Recently, the company has used Python to connect database runs and automatically send e-mail reports on a regular basis, so we recently spent some time on this piece.
For automatic mail sending, please refer to the previous articles [dry goods] send monitoring emails regularly every day in Python , this article will share with you how to use Python to automatically connect database runs.
Contents of this article
- Effect display
- Code explanation 2.1 import and stock in 2.2 connecting to database 2.3 executing sql 2.4 data processing
1, Effect display
Before officially entering the code explanation, let's take a look at the implementation effect of automatically sending e-mail regularly.
Since some data involve company information, we have done numerical processing and coding out of professional ethics. Please forgive me.
2, Code explanation
This section will explain in detail how to use python to realize the number of runs connected to the database. The main ideas are:
Step 1: connect to the database and create a cursor.
Step 2: determine the running number script and execute the running number code.
Step 3: data processing for the obtained execution results.
1. Import and stock in
First, import the libraries to be loaded in this article. If some libraries have not been installed, resulting in errors in running code, you can install them in Anaconda Prompt with pip method.
import datetime import pymysql import numpy as py import pandas as pd
datetime is the time processing package, pymysql is the package connecting to the database, and numpy and pandas are the data processing packages.
2 connect to the database
After importing the library, execute the following code to connect to the database.
db = pymysql.connect(host='10.101.2.36', #Host address to connect user='selxxx', #Database user for login password='selxxx@123', #User password database='xxx_loan', #Database to connect to port=3306, #Connected port charset='', #Character encoding use_unicode=None, #Use unicode encoding connect_timeout=10000 #Connection timeout ) cursor = db.cursor() #Create a cursor
The corresponding contents of user, password and database need to be replaced with the database information you want to connect to.
3 execute sql
Then, execute the sql statement to get the data results.
#Version 1: write sql directly in the program sql_recent_5d_sx = ''' select appl_date, count( distinct case when u.appl_type=1 then loan_appl_no else null end ) as `Application volume`, count( distinct case when u.appl_type=1 and OUT_TEMPDECISION = 'PASS' then loan_appl_no else null end ) as `System automatic throughput` from table ''' #sql script cursor.execute(sql_recent_5d_sx) #Execute sql statement sql_result = cursor.fetchall() #Fetch all rows returned by the operation #Version 2: save sql to txt document sql_path_recent_5d_sx = r'C:\Users\xzy\recent_5day_sx.txt' #Mark sql storage path sql_recent_5d_sx = open(sql_path_recent_5d_sx, encoding='utf-8').read() #Open the sql script and read the sql cursor.execute(sql_recent_5d_sx) #Execute sql statement sql_result = cursor.fetchall() #Fetch all rows returned by the operation
This article introduces two versions of executing sql. When your sql statement is not very long, you can use version 1 to write sql directly in the program.

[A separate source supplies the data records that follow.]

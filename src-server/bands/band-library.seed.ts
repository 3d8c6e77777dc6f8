import type { DataSource } from 'typeorm';
import { readFileSync } from 'node:fs';
import { resolve } from 'node:path';
import type { DuplexMode, RangeRole, Technology } from './band-domain';
import { Band, BandRange } from './band.entity';
import { BandSet, BandSetMember } from './band-set.entity';

export interface BandSeed {
  id: number;
  technology: Technology;
  designation: string;
  name: string;
  duplex: DuplexMode;
  ranges: { role: RangeRole; fromMhz: number; toMhz: number }[];
  centreMhz?: number;
  bandwidthMhz?: number;
  /** GNSS: main lobe of the open-service signal (the ranges hold the full signal band). */
  mainLobe?: { fromMhz: number; toMhz: number };
  regions: string[];
  source: { document: string; table: string; note?: string | null };
}

interface BandSetSeed {
  id: number;
  name: string;
  description: string;
  bands: string[];
}

export const readBandSeed = (): BandSeed[] => JSON.parse(readFileSync(resolve('catalog-seed/bands.json'), 'utf8'));

/** The standard band library from catalog-seed/bands.json, with stable ids; existing bands are left as they are. */
export async function seedBands(dataSource: DataSource): Promise<string> {
  const seed = readBandSeed();
  let created = 0;
  await dataSource.transaction(async (manager) => {
    for (const band of seed) {
      if (await manager.existsBy(Band, { id: band.id })) continue;
      await manager.insert(Band, {
        id: band.id,
        technology: band.technology,
        designation: band.designation,
        name: band.name,
        duplex: band.duplex,
        centreMhz: band.centreMhz ?? null,
        bandwidthMhz: band.bandwidthMhz ?? null,
        mainLobeFromMhz: band.mainLobe?.fromMhz ?? null,
        mainLobeToMhz: band.mainLobe?.toMhz ?? null,
        regions: band.regions,
        sourceDocument: band.source.document,
        sourceTable: band.source.table,
        sourceNote: band.source.note ?? null,
      });
      await manager.insert(
        BandRange,
        band.ranges.map((r, position) => ({ ...r, bandId: band.id, position })),
      );
      created += 1;
    }
  });
  return `${created} created, ${seed.length - created} already present`;
}

/** Example band sets from catalog-seed/band-sets.json; bands are named by designation there. */
export async function seedBandSets(dataSource: DataSource): Promise<string> {
  const seed: BandSetSeed[] = JSON.parse(readFileSync(resolve('catalog-seed/band-sets.json'), 'utf8'));
  let created = 0;
  await dataSource.transaction(async (manager) => {
    const byDesignation = new Map((await manager.find(Band, { select: { id: true, designation: true } })).map((b) => [b.designation, b.id]));
    for (const set of seed) {
      if (await manager.existsBy(BandSet, { id: set.id })) continue;
      const bandIds = set.bands.map((designation) => {
        const id = byDesignation.get(designation);
        if (!id) throw new Error(`catalog-seed/band-sets.json: set "${set.name}" names unknown band "${designation}"`);
        return id;
      });
      await manager.insert(BandSet, { id: set.id, name: set.name, description: set.description });
      await manager.insert(
        BandSetMember,
        bandIds.map((bandId, position) => ({ bandSetId: set.id, bandId, position })),
      );
      created += 1;
    }
  });
  return `${created} created, ${seed.length - created} already present`;
}
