import { Inject, Injectable, Logger } from '@nestjs/common';
import { CreateBucketCommand, DeleteObjectCommand, GetObjectCommand, HeadBucketCommand, PutObjectCommand, S3Client } from '@aws-sdk/client-s3';
import { APP_CONFIG, type AppConfig } from '../config/app-config';
import { DomainError } from '../common/domain-error';

/** Object keys are built only from these safe segments so no key can escape its prefix. */
const SAFE_SEGMENT = /^[A-Z0-9][\w.-]{0,120}$/i;

export function objectKey(...segments: (string | number)[]): string {
  for (const segment of segments) {
    const text = String(segment);
    if (!SAFE_SEGMENT.test(text) || text.includes('..')) {
      throw new DomainError('STORAGE_BAD_KEY', `"${text}" cannot be part of an object key`, 400);
    }
  }
  return segments.join('/');
}

@Injectable()
export class StorageService {
  private readonly logger = new Logger(StorageService.name);
  private readonly client: S3Client;
  private readonly bucket: string;

  constructor(@Inject(APP_CONFIG) config: AppConfig) {
    this.bucket = config.s3.bucket;
    this.client = new S3Client({
      endpoint: config.s3.endpoint,
      region: config.s3.region,
      forcePathStyle: true,
      credentials: { accessKeyId: config.s3.accessKeyId, secretAccessKey: config.s3.secretAccessKey },
      maxAttempts: 2,
    });
  }

  async ensureBucket(): Promise<void> {
    try {
      await this.client.send(new HeadBucketCommand({ Bucket: this.bucket }));
    } catch {
      await this.client.send(new CreateBucketCommand({ Bucket: this.bucket }));
    }
  }

  async isUp(): Promise<boolean> {
    try {
      await this.client.send(new HeadBucketCommand({ Bucket: this.bucket }));
      return true;
    } catch {
      return false;
    }
  }

  async put(key: string, body: Buffer, contentType: string): Promise<void> {
    try {
      await this.client.send(new PutObjectCommand({ Bucket: this.bucket, Key: key, Body: body, ContentType: contentType }));
    } catch (error) {
      this.logger.error(`storing ${key} failed: ${(error as Error).message}`);
      throw new DomainError('STORAGE_UNAVAILABLE', 'File storage is unavailable; nothing was saved, try again shortly', 503);
    }
  }

  async get(key: string): Promise<Buffer> {
    try {
      const result = await this.client.send(new GetObjectCommand({ Bucket: this.bucket, Key: key }));
      return Buffer.from(await result.Body!.transformToByteArray());
    } catch (error) {
      if ((error as { name?: string }).name === 'NoSuchKey') throw new DomainError('STORAGE_OBJECT_MISSING', `Stored file ${key} is missing`, 404);
      throw new DomainError('STORAGE_UNAVAILABLE', 'File storage is unavailable; try again shortly', 503);
    }
  }

  /** Best effort: false when the store could not be reached, so a caller can keep a note and retry. */
  async delete(key: string): Promise<boolean> {
    try {
      await this.client.send(new DeleteObjectCommand({ Bucket: this.bucket, Key: key }));
      return true;
    } catch (error) {
      this.logger.warn(`deleting ${key} failed: ${(error as Error).message}`);
      return false;
    }
  }
}
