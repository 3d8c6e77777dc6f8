import { Column, CreateDateColumn, Entity, JoinColumn, ManyToOne, OneToMany, PrimaryColumn, PrimaryGeneratedColumn, UpdateDateColumn } from 'typeorm';
import { Band } from './band.entity';

/** A named selection of bands (e.g. one market's LTE-M bands) that engineers pick instead of single bands. */
@Entity({ name: 'band_sets' })
export class BandSet {
  @PrimaryGeneratedColumn({ unsigned: true })
  id: number;

  @Column({ type: 'varchar', length: 120 })
  name: string;

  @Column({ type: 'text' })
  description: string;

  @Column({ type: 'int', unsigned: true, default: 1 })
  version: number;

  @OneToMany(() => BandSetMember, (member) => member.bandSet)
  members: BandSetMember[];

  @CreateDateColumn({ name: 'created_at', type: 'datetime', precision: 3 })
  createdAt: Date;

  @UpdateDateColumn({ name: 'updated_at', type: 'datetime', precision: 3 })
  updatedAt: Date;
}

@Entity({ name: 'band_set_members' })
export class BandSetMember {
  @PrimaryColumn({ name: 'band_set_id', type: 'int', unsigned: true })
  bandSetId: number;

  @PrimaryColumn({ name: 'band_id', type: 'int', unsigned: true })
  bandId: number;

  @ManyToOne(() => BandSet, (set) => set.members, { onDelete: 'CASCADE' })
  @JoinColumn({ name: 'band_set_id' })
  bandSet: BandSet;

  @ManyToOne(() => Band, { onDelete: 'RESTRICT' })
  @JoinColumn({ name: 'band_id' })
  band: Band;

  @Column({ type: 'smallint', unsigned: true, default: 0 })
  position: number;
}
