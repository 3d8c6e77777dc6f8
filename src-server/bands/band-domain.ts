/** Vocabulary of the band library, shared by bands, radios and regulatory limits. */
export const TECHNOLOGIES = ['lte', 'nr', 'gnss', 'wifi', 'ble', 'ism', 'uwb', 'other'] as const;
export type Technology = (typeof TECHNOLOGIES)[number];

export const RANGE_ROLES = ['uplink', 'downlink', 'tdd', 'receive', 'transmit-receive'] as const;
export type RangeRole = (typeof RANGE_ROLES)[number];

export const DUPLEX_MODES = ['FDD', 'TDD', 'receive-only', 'half-duplex'] as const;
export type DuplexMode = (typeof DUPLEX_MODES)[number];

/** Market and regulatory regions: ISO-like codes plus EU (CEPT/ETSI) and global. */
export const REGIONS = ['global', 'EU', 'UK', 'US', 'CA', 'MX', 'BR', 'AU', 'NZ', 'JP', 'KR', 'CN', 'IN', 'AS'] as const;
export type Region = (typeof REGIONS)[number];

/** Technologies whose radios only listen; they have no transmit power and no certified gain limit. */
export const RECEIVE_ONLY_TECHNOLOGIES: readonly Technology[] = ['gnss'];
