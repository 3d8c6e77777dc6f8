/** Vocabulary of the band library, shared by bands, radios and regulatory limits. */
export const TECHNOLOGIES = ['lte', 'nr', 'gnss', 'wifi', 'ble', 'ism', 'uwb', 'other'] as const;
export type Technology = (typeof TECHNOLOGIES)[number];

export const RANGE_ROLES = ['uplink', 'downlink', 'tdd', 'receive', 'transmit-receive'] as const;
export type RangeRole = (typeof RANGE_ROLES)[number];

export const DUPLEX_MODES = ['FDD', 'TDD', 'receive-only', 'half-duplex'] as const;
export type DuplexMode = (typeof DUPLEX_MODES)[number];

/** Market and regulatory regions: ISO 3166-1 alpha-2 codes, named groupings (EU, CEPT, ASIA) and global; see regions.ts. */
export { REGIONS, type Region } from './regions';

/** Technologies whose radios only listen; they have no transmit power and no certified gain limit. */
export const RECEIVE_ONLY_TECHNOLOGIES: readonly Technology[] = ['gnss'];

/** Which part of a GNSS signal a receiver needs: the main lobe of the open-service signal, or the full signal band. */
export const GNSS_BANDWIDTHS = ['main-lobe', 'full-band'] as const;
export type GnssBandwidth = (typeof GNSS_BANDWIDTHS)[number];
export const DEFAULT_GNSS_BANDWIDTH: GnssBandwidth = 'main-lobe';
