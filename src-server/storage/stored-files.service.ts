import { Injectable } from '@nestjs/common';
import { InjectDataSource } from '@nestjs/typeorm';
import { randomUUID } from 'node:crypto';
import { DataSource, type EntityManager, type EntityTarget, type FindOptionsWhere } from 'typeorm';
import { NotFoundError } from '../common/domain-error';
import { storedFileName } from './file-response';
import { StorageService, objectKey } from './storage.service';
import type { StoredFileColumns, StoredFileRecord } from './stored-file-record';
import { UploadLedger } from './upload-ledger.service';
import { type UploadedFile, safeFileName, sha256Hex } from './uploaded-file';

/** An original fetched for download (see downloadOf). */
export interface StoredOriginal {
  body: Buffer;
  fileName: string;
  contentType: string;
}

export interface OriginalToStore {
  /** Object key segments before the file's own name, e.g. ['parts', 7, 'documents']. */
  readonly keyPrefix: readonly (string | number)[];
  readonly file: UploadedFile;
  /** Judged by the owner from the content or the kind, never taken from the upload. */
  readonly contentType: string;
}

/** Deletes one row inside a removal transaction; its object goes after commit. */
export type DropStoredRow = <E extends StoredFileRecord & { id: number }>(entity: EntityTarget<E>, row: E) => Promise<void>;

/**
 * The one way a row and its original in object storage are written, read and removed together,
 * crash-safe through the UploadLedger: whatever fails, no row points at a missing object and no object
 * outlives its row for longer than a sweep.
 */
@Injectable()
export class StoredFiles {
  constructor(
    @InjectDataSource() private readonly dataSource: DataSource,
    private readonly storage: StorageService,
    private readonly ledger: UploadLedger,
  ) {}

  /**
   * Writes the object under a pending note, then runs write (which inserts the row with the given columns)
   * and settles the note in one transaction. If anything fails the object is abandoned and the error rethrown.
   */
  async store<T>(original: OriginalToStore, write: (manager: EntityManager, columns: StoredFileColumns) => Promise<T>): Promise<T> {
    const { file, contentType } = original;
    const key = objectKey(...original.keyPrefix, `${randomUUID()}-${safeFileName(file.originalname)}`);
    const columns: StoredFileColumns = {
      fileName: storedFileName(file.originalname),
      contentType,
      objectKey: key,
      sizeBytes: file.size,
      sha256: sha256Hex(file.buffer),
    };
    await this.ledger.putPending(key, file.buffer, contentType);
    try {
      return await this.dataSource.transaction(async (manager) => {
        const result = await write(manager, columns);
        await this.ledger.settle(manager, key);
        return result;
      });
    } catch (error) {
      await this.ledger.abandon(key);
      throw error;
    }
  }

  /** The original of the row matching where; 404 `<WHAT>_NOT_FOUND` naming id when there is no such row. */
  async original<E extends StoredFileRecord>(entity: EntityTarget<E>, where: FindOptionsWhere<E>, what: string, id: number): Promise<StoredOriginal> {
    const row = await this.dataSource.getRepository(entity).findOneBy(where);
    if (!row) throw new NotFoundError(what, id);
    return { body: await this.storage.get(row.objectKey), fileName: row.fileName, contentType: row.contentType };
  }

  /**
   * Runs work in one transaction; each row it deletes through drop() hands its object to the ledger, and the
   * objects are removed after commit (a crash in between leaves notes the sweeper finishes). A failed
   * transaction keeps rows and objects.
   */
  async removeWithin<T>(work: (manager: EntityManager, drop: DropStoredRow) => Promise<T>): Promise<T> {
    const released: string[] = [];
    const result = await this.dataSource.transaction((manager) => {
      const drop: DropStoredRow = async (entity, row) => {
        await manager.delete(entity, row.id);
        await this.ledger.release(manager, row.objectKey);
        released.push(row.objectKey);
      };
      return work(manager, drop);
    });
    for (const key of released) await this.ledger.abandon(key);
    return result;
  }
}
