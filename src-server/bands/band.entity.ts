import { Column, CreateDateColumn, Entity, JoinColumn, ManyToOne, OneToMany, PrimaryGeneratedColumn, UpdateDateColumn } from 'typeorm';
import { DUPLEX_MODES, type DuplexMode, RANGE_ROLES, type RangeRole, TECHNOLOGIES, type Technology } from './band-domain';

/** A standard radio band (LTE B12, NR n78, GPS L1 …) as published, with its source. */
@Entity({ name: 'bands' })
export class Band {
  @PrimaryGeneratedColumn({ unsigned: true })
  id: number;

  @Column({ type: 'enum', enum: TECHNOLOGIES })
  technology: Technology;

  @Column({ type: 'varchar', length: 40 })
  designation: string;

  @Column({ type: 'varchar', length: 160 })
  name: string;

  @Column({ type: 'enum', enum: DUPLEX_MODES })
  duplex: DuplexMode;

  @Column({ name: 'centre_mhz', type: 'double', nullable: true })
  centreMhz: number | null;

  @Column({ name: 'bandwidth_mhz', type: 'double', nullable: true })
  bandwidthMhz: number | null;

  /** GNSS only: the main lobe of the open-service signal (the ranges hold the full signal band); see catalog-seed/bands.json. */
  @Column({ name: 'main_lobe_from_mhz', type: 'double', nullable: true })
  mainLobeFromMhz: number | null;

  @Column({ name: 'main_lobe_to_mhz', type: 'double', nullable: true })
  mainLobeToMhz: number | null;

  @Column({ type: 'json' })
  regions: string[];

  @Column({ name: 'source_document', type: 'varchar', length: 200 })
  sourceDocument: string;

  @Column({ name: 'source_table', type: 'varchar', length: 200 })
  sourceTable: string;

  /** Spec release, corroboration and from-memory remarks that travel with the numbers. */
  @Column({ name: 'source_note', type: 'varchar', length: 600, nullable: true })
  sourceNote: string | null;

  @OneToMany(() => BandRange, (range) => range.band, { cascade: ['insert'] })
  ranges: BandRange[];

  @CreateDateColumn({ name: 'created_at', type: 'datetime', precision: 3 })
  createdAt: Date;

  @UpdateDateColumn({ name: 'updated_at', type: 'datetime', precision: 3 })
  updatedAt: Date;
}

@Entity({ name: 'band_ranges' })
export class BandRange {
  @PrimaryGeneratedColumn({ unsigned: true })
  id: number;

  @Column({ name: 'band_id', type: 'int', unsigned: true })
  bandId: number;

  @ManyToOne(() => Band, (band) => band.ranges, { onDelete: 'CASCADE' })
  @JoinColumn({ name: 'band_id' })
  band: Band;

  @Column({ type: 'enum', enum: RANGE_ROLES })
  role: RangeRole;

  @Column({ name: 'from_mhz', type: 'double' })
  fromMhz: number;

  @Column({ name: 'to_mhz', type: 'double' })
  toMhz: number;

  @Column({ type: 'smallint', unsigned: true, default: 0 })
  position: number;
}
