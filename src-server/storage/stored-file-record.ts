import { Column } from 'typeorm';

/**
 * The columns of a row that owns one original in object storage. Entities extend it (TypeORM inherits
 * the columns), so documents, measurements and whatever stores files next keep one definition.
 */
export abstract class StoredFileRecord {
  /** The uploader's name for the file, as stored (see storedFileName). */
  @Column({ name: 'file_name', type: 'varchar', length: 200 }) fileName: string;
  /** Fixed by the owner from the content or the kind, never as the uploader declared; downloads are served with it. */
  @Column({ name: 'content_type', type: 'varchar', length: 100 }) contentType: string;
  @Column({ name: 'object_key', type: 'varchar', length: 300 }) objectKey: string;
  @Column({ name: 'size_bytes', type: 'int', unsigned: true }) sizeBytes: number;
  @Column({ type: 'char', length: 64 }) sha256: string;
}

/** The stored-file columns as plain values, ready to spread into an insert. */
export type StoredFileColumns = Pick<StoredFileRecord, 'fileName' | 'contentType' | 'objectKey' | 'sizeBytes' | 'sha256'>;
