import { Body, Controller, Delete, Get, HttpCode, Param, Patch, Post, Query } from '@nestjs/common';
import { ApiCreatedResponse, ApiNoContentResponse, ApiOkResponse, ApiOperation, ApiTags } from '@nestjs/swagger';
import { type AuthUser, CurrentUser, Roles } from '../common/auth.decorators';
import { ALL_ROLES } from '../common/roles';
import { ParseIdPipe } from '../common/parse-id.pipe';
import { BandsService } from './bands.service';
import { BandQueryDto } from './dto/band-query.dto';
import { BandDto } from './dto/band-response.dto';
import { CreateBandDto, UpdateBandDto } from './dto/write-band.dto';

@ApiTags('bands')
@Controller('bands')
export class BandsController {
  constructor(private readonly bands: BandsService) {}

  @Get()
  @Roles(...ALL_ROLES)
  @ApiOperation({ summary: 'The band library; filter by technology, designation, or overlap with [fromMhz, toMhz]' })
  @ApiOkResponse({ type: [BandDto] })
  list(@Query() query: BandQueryDto): Promise<BandDto[]> {
    return this.bands.list(query);
  }

  @Get(':id')
  @Roles(...ALL_ROLES)
  @ApiOperation({ summary: 'One band with its ranges and source' })
  @ApiOkResponse({ type: BandDto })
  get(@Param('id', ParseIdPipe) id: number): Promise<BandDto> {
    return this.bands.get(id);
  }

  @Post()
  @Roles('admin')
  @ApiOperation({ summary: 'Add a band to the library (admin)' })
  @ApiCreatedResponse({ type: BandDto })
  create(@Body() body: CreateBandDto, @CurrentUser() actor: AuthUser): Promise<BandDto> {
    return this.bands.create(body, actor);
  }

  @Patch(':id')
  @Roles('admin')
  @ApiOperation({ summary: 'Correct a band; given ranges replace the old ones (admin)' })
  @ApiOkResponse({ type: BandDto })
  update(@Param('id', ParseIdPipe) id: number, @Body() body: UpdateBandDto, @CurrentUser() actor: AuthUser): Promise<BandDto> {
    return this.bands.update(id, body, actor);
  }

  @Delete(':id')
  @Roles('admin')
  @HttpCode(204)
  @ApiOperation({ summary: 'Remove a band no set or radio uses (admin)' })
  @ApiNoContentResponse()
  remove(@Param('id', ParseIdPipe) id: number, @CurrentUser() actor: AuthUser): Promise<void> {
    return this.bands.remove(id, actor);
  }
}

When the sql statement is long, it is recommended to use version 2, which will make the python code clearer and cleaner.
Where sql_result stores the full amount of data obtained after executing the sql statement.
4 processing data
Finally, the full amount of data obtained is personalized according to the needs.
data_recent_5d_yx = pd.DataFrame(sql_result) #Convert sql results into data frames data_recent_5d_yx.columns = [ 'date', 'Number of letter applications', 'Number of letters passed', 'Letter passing rate', 'Credit amount', 'Proportion of white note payment', 'Proportion of cash withdrawal with white slip', 'Proportion of external use of white paper', 'Proportion of interest before capital', 'Proportion of equal principal and interest' ] #Add a column name to the data frame data_recent_5d_yx = data_recent_5d_yx.T #Turn the data frame around data_recent_5d_yx.columns = data_recent_5d_yx.iloc #Add row name to data frame data_recent_5d_yx = data_recent_5d_yx.iloc[1:] #Delete first row #data_recent_5d_yx for i in data_recent_5d_yx.columns: data_list_2.remove(i) for i in data_list_2: data_recent_5d_yx[i] = 0 data_recent_5d_yx_f = data_recent_5d_yx[data_list_0] #final result
The handling method of this step is changed as needed, and you can handle it by yourself.
So far, the data retrieval requirements for connecting to the database with Python have been shared, and small partners in need can implement them by themselves according to the code in this article.